** Data follows **
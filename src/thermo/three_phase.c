/* Binodal scans, critical solution temperatures, three-phase (L-L-V) states and the bubble point
 * of a liquid inside the two-liquid region. See include/pinchwise/lle.h, docs/heterogeneous.md. */
#include <pinchwise/lle.h>

#include "thermo_internal.h"

#include <gsl/gsl_errno.h>
#include <gsl/gsl_roots.h>
#include <math.h>
#include <string.h>

#define T3_STEP_K 1.0
#define T3_BELOW_K 80.0
#define TPD_QUICK 1000

/* Sign test for the critical point: true when D < 0 somewhere (the model splits at T). */
static pw_status splits_at(const pw_system *s, double T, bool *split, double *x_min_D)
{
    pw_lle_result r;
    pw_status st = pw_lle_solve_n(s, T, TPD_QUICK, &r);
    /* min_D is set before any later failure of the pair search */
    if (!isfinite(r.min_D))
        return st == PW_OK ? PW_EDOM : st;
    *split = r.min_D < 0.0;
    *x_min_D = r.x_min_D;
    return PW_OK;
}

pw_status pw_lle_scan(const pw_system *s, double T_from, double T_to, size_t n,
                      pw_lle_scan_point *points, pw_lle_critical *crit, size_t *n_crit)
{
    if (!s || !s->model || !points || n < 2 || !n_crit)
        return PW_EINVAL;
    if (!(T_from > 0.0) || !(T_to > 0.0) || !isfinite(T_from) || !isfinite(T_to))
        return PW_EDOM;
    *n_crit = 0;
    for (size_t k = 0; k < n; k++) {
        double T = T_from + (T_to - T_from) * (double)k / (double)(n - 1);
        pw_lle_result r;
        pw_status st = pw_lle_solve(s, T, &r);
        /* a layer beyond the solubility floor: two liquids, one practically pure */
        bool beyond = st == PW_ERANGE;
        if (st != PW_OK && !beyond)
            return st;
        points[k].T_K = T;
        points[k].split = r.split || beyond;
        points[k].beyond_floor = beyond;
        points[k].x[0] = r.x[0];
        points[k].x[1] = r.x[1];
        points[k].x2[0] = r.x2[0];
        points[k].x2[1] = r.x2[1];
        if (k == 0 || points[k].split == points[k - 1].split || !crit
            || *n_crit >= PW_LLE_MAX_CRITICAL)
            continue;
        /* bisection on the sign of min D between the two temperatures */
        double a = points[k - 1].T_K, b = T, xc = NAN;
        bool sa = points[k - 1].split;
        for (int it = 0; it < 100 && fabs(b - a) > 1e-7; it++) {
            double m = 0.5 * (a + b), xm;
            bool sm;
            st = splits_at(s, m, &sm, &xm);
            if (st != PW_OK)
                return st;
            if (sm == sa)
                a = m;
            else
                b = m;
            xc = xm;
        }
        double Tc = 0.5 * (a + b);
        bool sm;
        double xm;
        if (splits_at(s, Tc, &sm, &xm) == PW_OK)
            xc = xm;
        /* split below and not above: an upper critical solution temperature */
        bool upper = (T_to > T_from) ? sa : !sa;
        crit[(*n_crit)++] = (pw_lle_critical){Tc, xc, upper};
    }
    return PW_OK;
}


static pw_status three_phase_T(const pw_system *s, double T_K, size_t tpd, pw_three_phase *out);

pw_status pw_three_phase_at_T(const pw_system *s, double T_K, pw_three_phase *out)
{
    return three_phase_T(s, T_K, 20000, out);
}

static pw_status three_phase_T(const pw_system *s, double T_K, size_t tpd, pw_three_phase *out)
{
    if (!s || !s->model || !out)
        return PW_EINVAL;
    memset(out, 0, sizeof *out);
    out->T_K = T_K;
    out->P_Pa = out->y1 = NAN;
    out->x[0] = out->x[1] = NAN;
    pw_lle_result r;
    pw_status st = pw_lle_solve_n(s, T_K, tpd, &r);
    if (st == PW_ERANGE) { /* refused, but the pair is described: keep it for the caller */
        out->x[0] = r.x[0];
        out->x[1] = r.x[1];
        out->a[0] = r.a[0];
        out->a[1] = r.a[1];
    }
    if (st != PW_OK)
        return st;
    if (!r.split)
        return PW_OK;
    for (int i = 0; i < 2; i++) {
        st = pw_psat(&s->comp[i], T_K, &out->Psat_Pa[i], NULL);
        if (st != PW_OK)
            return st;
    }
    double p1 = r.a[0] * out->Psat_Pa[0], p2 = r.a[1] * out->Psat_Pa[1];
    out->exists = true;
    out->P_Pa = p1 + p2;
    out->y1 = p1 / out->P_Pa;
    out->x[0] = r.x[0];
    out->x[1] = r.x[1];
    out->a[0] = r.a[0];
    out->a[1] = r.a[1];
    out->heterogeneous_azeotrope = out->x[0] < out->y1 && out->y1 < out->x[1];
    return PW_OK;
}

/* f(T) = P3(T) - P where the model splits; *split false where it does not. */
static pw_status p3_minus(const pw_system *s, double P, double T, double *f, bool *split,
                          pw_three_phase *tp, bool prune)
{
    /* Where the split bound proves the liquid stable (src/thermo/split_bound.c) the liquid-
     * liquid solve is skipped; everywhere else it decides, so "no split" here is exactly
     * pw_lle_solve's answer (its graded grid down to the solubility floor and its scan beyond
     * it). A coarser stability scan used to stand in front of it; it looked neither near the
     * pure ends nor beyond the floor and, measured, saved nothing. */
    if (prune && pw_thermo_split_excluded(s, T, T)) {
        *split = false;
        *f = (double)NAN;
        memset(tp, 0, sizeof *tp);
        tp->T_K = T;
        tp->P_Pa = tp->y1 = tp->x[0] = tp->x[1] = (double)NAN;
        return PW_OK;
    }
    pw_status st = three_phase_T(s, T, TPD_QUICK, tp);
    if (st == PW_ERANGE) {
        /* a layer beyond the solubility floor: the split exists and its activities are
         * known (the refused pair is described; a_i = 1 if it could not be), enough to bracket
         * (the final state is solved exactly, or refused) */
        double p1, p2;
        if (pw_psat(&s->comp[0], T, &p1, NULL) != PW_OK || pw_psat(&s->comp[1], T, &p2, NULL) != PW_OK)
            return st;
        double a1 = isfinite(tp->a[0]) ? tp->a[0] : 1.0, a2 = isfinite(tp->a[1]) ? tp->a[1] : 1.0;
        *split = true;
        *f = a1 * p1 + a2 * p2 - P;
        return PW_OK;
    }
    if (st != PW_OK)
        return st;
    *split = tp->exists;
    *f = tp->exists ? tp->P_Pa - P : (double)NAN;
    return PW_OK;
}

#define BOUND_SAMPLES 15

/* An upper bound of the three-phase pressure a1 P1sat + a2 P2sat at T, should the liquid split
 * there. The common tangent of a stable split, u x + v (1 - x) with u = ln a1, v = ln a2, lies
 * below Gmix/RT everywhere: at the pure ends (u, v <= 0) and at the sample points x_k (each a
 * half-plane in (u, v)). The largest P1sat e^u + P2sat e^v over that polygon (a convex function:
 * its maximum over a polygon bounded above is at a vertex) bounds P3 from above, without solving
 * the split. Fewer constraints than the true ones only loosen the bound. INFINITY when the model
 * cannot be evaluated. */
static double p3_upper_bound(const pw_system *s, double T, double p1, double p2)
{
    /* constraint rows: a u + b v <= c */
    double a[BOUND_SAMPLES + 2], b[BOUND_SAMPLES + 2], c[BOUND_SAMPLES + 2];
    size_t m = 0;
    a[m] = 1.0, b[m] = 0.0, c[m++] = 0.0;
    a[m] = 0.0, b[m] = 1.0, c[m++] = 0.0;
    for (int k = 1; k <= BOUND_SAMPLES; k++) {
        double x = (double)k / (BOUND_SAMPLES + 1), g;
        if (pw_lle_gmix(s, T, x, &g, NULL) != PW_OK || !isfinite(g))
            return (double)INFINITY;
        a[m] = x, b[m] = 1.0 - x, c[m++] = g + 1e-8 * (1.0 + fabs(g)); /* rounding slack */
    }
    double best = -(double)INFINITY;
    for (size_t i = 0; i < m; i++)
        for (size_t j = i + 1; j < m; j++) {
            double det = a[i] * b[j] - a[j] * b[i];
            if (fabs(det) < 1e-12)
                continue;
            double u = (c[i] * b[j] - c[j] * b[i]) / det, v = (a[i] * c[j] - a[j] * c[i]) / det;
            bool ok = true;
            for (size_t k = 0; k < m && ok; k++)
                ok = a[k] * u + b[k] * v <= c[k] + 1e-12 * (1.0 + fabs(c[k]));
            if (ok)
                best = fmax(best, p1 * exp(u) + p2 * exp(v));
        }
    return best > -(double)INFINITY ? best : (double)INFINITY;
}

/* False when the three-phase pressure at grid point k is surely below P (see the scan). */
static bool grid_live(const pw_system *s, double P_Pa, double T_lo, double T_hi, size_t k)
{
    double T = fmin(T_lo + (double)k * T3_STEP_K, T_hi), p1, p2;
    if (pw_psat(&s->comp[0], T, &p1, NULL) != PW_OK || pw_psat(&s->comp[1], T, &p2, NULL) != PW_OK)
        return true; /* the scan itself reports it */
    if ((p1 + p2) * (1.0 + 1e-6) < P_Pa)
        return false; /* a_i <= 1 */
    return !(p3_upper_bound(s, T, p1, p2) * (1.0 + 1e-6) < P_Pa);
}

typedef struct near_ctx {
    const pw_system *s;
    double P;
    pw_status st;
    bool lost; /* the split vanished at a trial temperature */
    bool prune; /* p3_minus may use the split proof */
    bool floor; /* a trial temperature's split had a layer beyond PW_LLE_X_MIN (a1 = a2 = 1 may
                 * have stood in for its activities) */
} near_ctx;

static double near_fn(double T, void *p)
{
    near_ctx *c = p;
    pw_three_phase tp;
    double f;
    bool split;
    pw_status st = p3_minus(c->s, c->P, T, &f, &split, &tp, c->prune);
    c->floor = c->floor || (st == PW_OK && split && !tp.exists);
    if (st != PW_OK || !split) {
        if (st != PW_OK && c->st == PW_OK)
            c->st = st;
        c->lost = c->lost || !split;
        return GSL_NAN;
    }
    return f;
}

static pw_status scan_at_P(const pw_system *s, double P_Pa, pw_three_phase *out, bool prune);

pw_status pw_three_phase_at_P(const pw_system *s, double P_Pa, pw_three_phase *out)
{
    return scan_at_P(s, P_Pa, out, true);
}

pw_status pw_thermo_three_phase_at_P_full(const pw_system *s, double P_Pa, pw_three_phase *out)
{
    return scan_at_P(s, P_Pa, out, false);
}

/* GSL Brent on a bracket [a, b] of split temperatures with P3 - P changing sign (the split holds
 * at both ends and cannot vanish inside: PW_ENOCONV if it does), to a width of 1e-13 relative,
 * then the state at Brent's last estimate (inside the bracket). The tight width matters to the
 * fit, whose objective holds T3 (fit/objective_het.c): a looser T3 is noise in the residuals
 * that the Levenberg-Marquardt step test then stops on. */
static pw_status solve_bracket(const pw_system *s, double P_Pa, double a, double b, bool prune,
                               pw_three_phase *out)
{
    near_ctx c = {s, P_Pa, PW_OK, false, prune, false};
    gsl_root_fsolver *rs = gsl_root_fsolver_alloc(gsl_root_fsolver_brent);
    if (!rs)
        return PW_ENOMEM;
    gsl_function F = {near_fn, &c};
    pw_status st = PW_OK;
    if (gsl_root_fsolver_set(rs, &F, a, b) != GSL_SUCCESS)
        st = PW_ENOCONV;
    double root = 0.5 * (a + b);
    for (int it = 0; st == PW_OK && it < 100 && b - a > 1e-13 * b; it++) {
        if (gsl_root_fsolver_iterate(rs) != GSL_SUCCESS)
            st = PW_ENOCONV;
        a = gsl_root_fsolver_x_lower(rs);
        b = gsl_root_fsolver_x_upper(rs);
        root = gsl_root_fsolver_root(rs);
    }
    if (!(root >= a && root <= b))
        root = 0.5 * (a + b);
    gsl_root_fsolver_free(rs);
    if (c.st != PW_OK)
        return c.st;
    if (c.lost || st != PW_OK)
        return PW_ENOCONV;
    st = pw_three_phase_at_T(s, root, out);
    if (st != PW_OK)
        return st;
    /* A bracket end refused beyond the solubility floor whose pair could not be described
     * enters with a1 = a2 = 1; a "root" at the edge of the refused range is then no three-phase
     * state: the true one lies in the refused range (PW_ERANGE). Without the floor, a "root"
     * that is none is a jump of P3(T): with two separate two-liquid regions the widest pair,
     * which the search follows, changes there (docs/heterogeneous.md section 2), and the
     * pressure lies inside the jump: no state of that pair, PW_ENOCONV. */
    if (!out->exists || !(fabs(out->P_Pa - P_Pa) <= 1e-6 * P_Pa))
        return c.floor || !out->exists ? PW_ERANGE : PW_ENOCONV;
    out->P_Pa = P_Pa; /* y1 from a1 P1sat / P3 equals it to the bisection tolerance */
    return PW_OK;
}

#define EDGE_TOL_K 1e-9

/* Where the split ends between T_in (splits, P3 - P = f_in) and T_out (does not split), either
 * order: bisection on "splits" down to EDGE_TOL_K. *T_edge is the split temperature nearest the
 * end found and *f_edge its P3 - P. */
static pw_status split_edge(const pw_system *s, double P_Pa, double T_in, double f_in,
                            double T_out, bool prune, double *T_edge, double *f_edge)
{
    double a = T_in, fa = f_in, b = T_out;
    while (fabs(b - a) > EDGE_TOL_K) {
        double m = 0.5 * (a + b), f;
        bool split;
        pw_three_phase tp;
        pw_status st = p3_minus(s, P_Pa, m, &f, &split, &tp, prune);
        if (st != PW_OK)
            return st;
        if (split) {
            a = m;
            fa = f;
        } else {
            b = m;
        }
    }
    *T_edge = a;
    *f_edge = fa;
    return PW_OK;
}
** End of Data **
■ Description of the task: Lines from the entries that contain the word "inside" are what the answer must hold.

■ Your solution:
 * of a liquid inside the two-liquid region. See include/pinchwise/lle.h, docs/heterogeneous.md. */
 * at both ends and cannot vanish inside: PW_ENOCONV if it does), to a width of 1e-13 relative,
 * then the state at Brent's last estimate (inside the bracket). The tight width matters to the
     * pressure lies inside the jump: no state of that pair, PW_ENOCONV. */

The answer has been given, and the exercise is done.